[Aim of the task] Every line below that holds the string "timeOf" should be copied out.

[Data items]
────────────────────────────────────────

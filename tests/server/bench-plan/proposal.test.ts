import { afterEach, beforeEach, describe, expect, it } from 'vitest';
import type { BenchChangeDto } from '@/shared/contract/bench-plan';
import type { ProblemDto } from '@/shared/contract/common';
import { answered, at, did, hour, makeBench, minute, running, seen, type Bench } from '../charges/bench';
import { clock, hoursOf, onlyTwoWork, placeOf, planOf, proposalOf, queued, sent, timeOf } from './day';

/*
 * By hand: 60 Ah a group from 26.97 % to 58.26 % are 18.77 Ah, at 10 A 1 h 53 of current. With 5 min to clip on, an hour of
 * rest and 5 min to check a charge is ready about 3 h 03 after its clip-on, and has its channel for 1 h 58.
 */
describe('a proposal on one channel of 10 A', () => {
  let bench: Bench;
  beforeEach(async () => {
    bench = await makeBench({ channels: [{ name: 'A1' }] });
    await onlyTwoWork(bench);
  });
  afterEach(() => bench.server.close());

  const twoInTheWrongOrder = async () => {
    const first = await queued(bench, { spareId: await bench.spare('S-1'), repairRef: 'R-1' }, 'A1', clock('10:10'));
    const wish = { spareId: await bench.spare('S-2'), repairRef: 'R-2', readyBy: clock('14:00') };
    return { first, second: await queued(bench, wish, 'A1', clock('12:15')) };
  };

  it('puts the one that is due first first, and says what comes of both', async () => {
    const { first, second } = await twoInTheWrongOrder();
    const found = (await proposalOf(bench))!;
    expect(found.moves.map(({ chargeId }) => chargeId)).toEqual([second.id, first.id]);
    const [due, other] = found.moves;
    expect(timeOf(due!.now.clipOnAt)).toBe('12:15');
    expect(timeOf(due!.then.clipOnAt)).toBe('10:01');
    expect(Date.parse(due!.then.ready.late)).toBeLessThan(Date.parse(clock('14:00')));
    expect(due!.text).toMatch(/^R-2 ready 2\u00a0h\u00a015 sooner, on time$/);
    expect(other!.text).toMatch(/^R-1 ready 1\u00a0h\u00a0[45]\d later$/);
    // Not before the first has let go of the channel: 10:01 and 1 h 58.
    expect(timeOf(other!.then.clipOnAt)).toMatch(/^11:5\d|12:0[0-5]$/);
    expect(found.because).toMatch(/^R-2 misses its time by 1\u00a0h\u00a0\d\d as planned\.$/);
    expect(found.lateMinutes.then).toBe(0);
    // Planned for 12:15 its 90 % lie about 1 h 20 after 14:00.
    expect(found.lateMinutes.now).toBeGreaterThan(70);
    expect(found.lateMinutes.now).toBeLessThan(100);
    expect(found.proved).toBe(true);
  });

  it('is none where the order is right', async () => {
    await queued(
      bench,
      { spareId: await bench.spare('S-1'), repairRef: 'R-1', readyBy: clock('14:00') },
      'A1',
      clock('10:10'),
    );
    await queued(bench, { spareId: await bench.spare('S-2'), repairRef: 'R-2' }, 'A1', clock('12:15'));
    expect(await proposalOf(bench)).toBeNull();
  });

  it('taken is carried out as it was shown, and undone it all stands where it stood', async () => {
    const { first, second } = await twoInTheWrongOrder();
    const found = (await proposalOf(bench))!;
    const answer = await sent(bench, 'accept', { proposalId: found.id });
    expect(answer.status, JSON.stringify(answer.body)).toBe(200);
    const change = answer.body as BenchChangeDto;
    expect(change.text).toMatch(/^R-2 from A1 at 12:15 to A1 at 10:01; R-1 from A1 at 10:10 to A1 at 1[12]:\d\d$/);
    expect(change.lastingBecause).toBeNull();
    for (const move of found.moves) {
      const charge = await seen(bench, move.chargeId);
      expect(charge.clipOnAt).toBe(move.then.clipOnAt);
      // Planned whole, with the same draws: the same band to the second.
      expect(Math.abs(at(charge.plannedReady.late) - at(move.then.ready.late))).toBeLessThan(1000);
      expect(charge.events.at(-1)!.text).toMatch(/^Moved from A1 at 1\d:\d\d to A1 at 1\d:\d\d: ready 1\d:\d\d\.$/);
    }
    expect(await proposalOf(bench)).toBeNull();
    expect((await planOf(bench)).lastChange).toMatchObject({ id: change.id, lastingBecause: null });

    const undone = await sent(bench, `undo/${change.id}`);
    expect(undone.status, JSON.stringify(undone.body)).toBe(200);
    for (const before of [first, second]) {
      const { clipOnAt, plannedReady, option, stage } = await seen(bench, before.id);
      expect({ clipOnAt, plannedReady, option, stage }).toEqual({
        clipOnAt: before.clipOnAt,
        plannedReady: before.plannedReady,
        option: before.option,
        stage: before.stage,
      });
    }
    expect((await planOf(bench)).lastChange).toBeNull();
    expect((await sent(bench, `undo/${change.id}`)).status).toBe(409);
  });

  it('whose charge was changed meanwhile is refused with the proposal that holds now', async () => {
    const { second } = await twoInTheWrongOrder();
    const found = (await proposalOf(bench))!;
    await answered(bench, await seen(bench, second.id));
    const answer = await sent(bench, 'accept', { proposalId: found.id });
    expect(answer.status).toBe(412);
    const present = (answer.body as ProblemDto).present as { proposal: { id: string; moves: { rev: number }[] } };
    expect(present.proposal.id).not.toBe(found.id);
    expect((await sent(bench, 'accept', { proposalId: present.proposal.id })).status).toBe(200);
  });

  it('nobody was shown is refused the same way', async () => {
    const answer = await sent(bench, 'accept', { proposalId: 'made-up' });
    expect(answer.status).toBe(412);
    expect((answer.body as ProblemDto).present).toEqual({ proposal: null });
  });

  it('cannot be undone once one of its charges was touched', async () => {
    await twoInTheWrongOrder();
    const found = (await proposalOf(bench))!;
    const change = (await sent(bench, 'accept', { proposalId: found.id })).body as BenchChangeDto;
    const moved = await seen(bench, found.moves[0]!.chargeId);
    await did(bench, await answered(bench, moved), 'start');
    const answer = await sent(bench, `undo/${change.id}`);
    expect(answer.status).toBe(409);
    expect((answer.body as ProblemDto).detail).toBe('This cannot be undone. R-2 is begun.');
    expect((await planOf(bench)).lastChange!.lastingBecause).toBe('R-2 is begun.');
  });
});

describe('a proposal on two channels', () => {
  let bench: Bench;
  beforeEach(async () => {
    bench = await makeBench({ channels: [{ name: 'A1' }, { name: 'B1' }] });
    await onlyTwoWork(bench);
  });
  afterEach(() => bench.server.close());

  it('moves the one charge that has to move, and leaves the four others as they are', async () => {
    // Four without a due time, two after two; the fifth, third on A1, is due at 15:30 and ready about 17:20.
    for (const [ref, channel, at] of [
      ['R-1', 'A1', '10:05'],
      ['R-2', 'B1', '10:05'],
      ['R-3', 'A1', '12:15'],
      ['R-4', 'B1', '14:15'],
    ] as const)
      await queued(bench, { spareId: await bench.spare(ref), repairRef: ref }, channel, clock(at));
    const wish = { spareId: await bench.spare('R-5'), repairRef: 'R-5', readyBy: clock('15:45') };
    const late = await queued(bench, wish, 'A1', clock('14:20'));
    const found = (await proposalOf(bench))!;
    // B1 is free from 12:03 to 14:15: 1 h 58 go into that, and it is ready about 15:08.
    expect(found.moves.map(({ chargeId }) => chargeId)).toEqual([late.id]);
    expect(found.moves[0]!.then).toMatchObject({ channelNames: ['B1'], lateByMinutes: 0 });
    expect(found.asTheyAre).toEqual(['R-1', 'R-2', 'R-3', 'R-4'].map((ref) => `${ref} as it is`));
    expect(found.lateMinutes.then).toBe(0);
  });

  it('says of a charge that no shift is long enough for it, and plans the others around it', async () => {
    const shift = Array.from({ length: 7 }, () => ({ from: '10:00', to: '13:00' }));
    const { people } = bench.server.own;
    for (const { id } of [people.technician, people.foreman]) await hoursOf(bench, id, { hours: shift });
    // From 3.6 V it takes more than twice the charge: over 3 h of current, and nobody is there for longer than 3 h.
    const far = await queued(
      bench,
      { spareId: await bench.spare('S-1', [3.6, 3.6]), repairRef: 'R-1' },
      'A1',
      clock('10:05'),
    );
    expect(far.option.currentEndS).toBeGreaterThan(3 * 3600);
    const wish = { spareId: await bench.spare('S-2'), repairRef: 'R-2', readyBy: clock('14:00') };
    const near = await queued(bench, wish, 'A1', clock('10:05'));
    const found = (await proposalOf(bench))!;
    expect(found.unplaced).toHaveLength(1);
    expect(found.unplaced[0]!.title).toBe('R-1');
    expect(found.unplaced[0]!.because).toMatch(
      /^Its current takes 3\u00a0h\u00a0\d\d, longer than anybody is there at a stretch\./,
    );
    expect(found.moves.map(({ chargeId, then }) => [chargeId, then.channelNames])).toEqual([[near.id, ['B1']]]);
    expect((await sent(bench, 'accept', { proposalId: found.id })).status).toBe(200);
  });
});

describe('a proposal where the bench has changed', () => {
  let bench: Bench;
  afterEach(() => bench.server.close());

  it('moves what waits behind a late charge, and names it with its minutes', async () => {
    bench = await makeBench({ channels: [{ name: 'A1' }, { name: 'B1' }] });
    await onlyTwoWork(bench);
    const late = await running(bench, { spareId: await bench.spare('S-1'), repairRef: 'R-1' });
    await running(bench, { spareId: await bench.spare('S-3'), repairRef: 'R-3' }, { channel: 'B1' });
    // Both channels are free about 11:58; on either it is ready about 15:08.
    const wish = { spareId: await bench.spare('S-2'), repairRef: 'R-2', readyBy: clock('15:45') };
    const waiting = await queued(bench, wish, 'A1', clock('12:05'));
    expect(await proposalOf(bench)).toBeNull();
    // Held for an hour, its current ends an hour later.
    await bench.pass(20 * minute);
    const held = await did(bench, await seen(bench, late.id), 'hold', { reason: 'A clip was warm' });
    await bench.pass(hour);
    await did(bench, await seen(bench, held.id), 'resume');
    const found = (await proposalOf(bench))!;
    expect(found.because).toMatch(/^R-1 is (5\d|6\d)\u00a0min late on A1\.|^R-1 is 1\u00a0h\u00a00[05] late on A1\.$/);
    expect(found.moves).toHaveLength(1);
    expect(found.moves[0]).toMatchObject({ chargeId: waiting.id, then: { channelNames: ['B1'], lateByMinutes: 0 } });
    expect((await sent(bench, 'accept', { proposalId: found.id })).status).toBe(200);
    expect((await placeOf(bench, waiting.id)).channels).toEqual(['B1']);
  });

  it('begins nothing that runs on after the last has gone, unless the workshop lets it', async () => {
    bench = await makeBench({ channels: [{ name: 'A1' }], now: Date.parse(clock('14:00')) });
    await onlyTwoWork(bench);
    await running(bench, { spareId: await bench.spare('S-1'), repairRef: 'R-1' });
    // The channel is free about 15:58; 1 h 58 from then it is 17:56, and the last goes at 17:00.
    const wish = { spareId: await bench.spare('S-2'), repairRef: 'R-2' };
    const waiting = await queued(bench, wish, 'A1', clock('16:05'));
    const found = (await proposalOf(bench))!;
    expect(found.moves).toHaveLength(1);
    expect(found.moves[0]!.then.clipOnAt).toBe(clock('08:00', 1));
    expect(found.because).toBe('Nobody is there for R-2 from 16:05 until its current ends.');
    const settings = await bench.as('manager').get('/api/workshop');
    const { rev } = settings.body as { rev: number };
    await bench
      .as('manager')
      .patch('/api/workshop', { unattendedCharges: true })
      .set('If-Match', `"${rev}"`)
      .expect(200);
    expect(await proposalOf(bench)).toBeNull();
    expect((await placeOf(bench, waiting.id)).at).toBe('16:05');
  });
});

────────────────────────────────────────

[Answer space]
import { clock, hoursOf, onlyTwoWork, placeOf, planOf, proposalOf, queued, sent, timeOf } from './day';
    expect(timeOf(due!.now.clipOnAt)).toBe('12:15');
    expect(timeOf(due!.then.clipOnAt)).toBe('10:01');
    expect(timeOf(other!.then.clipOnAt)).toMatch(/^11:5\d|12:0[0-5]$/);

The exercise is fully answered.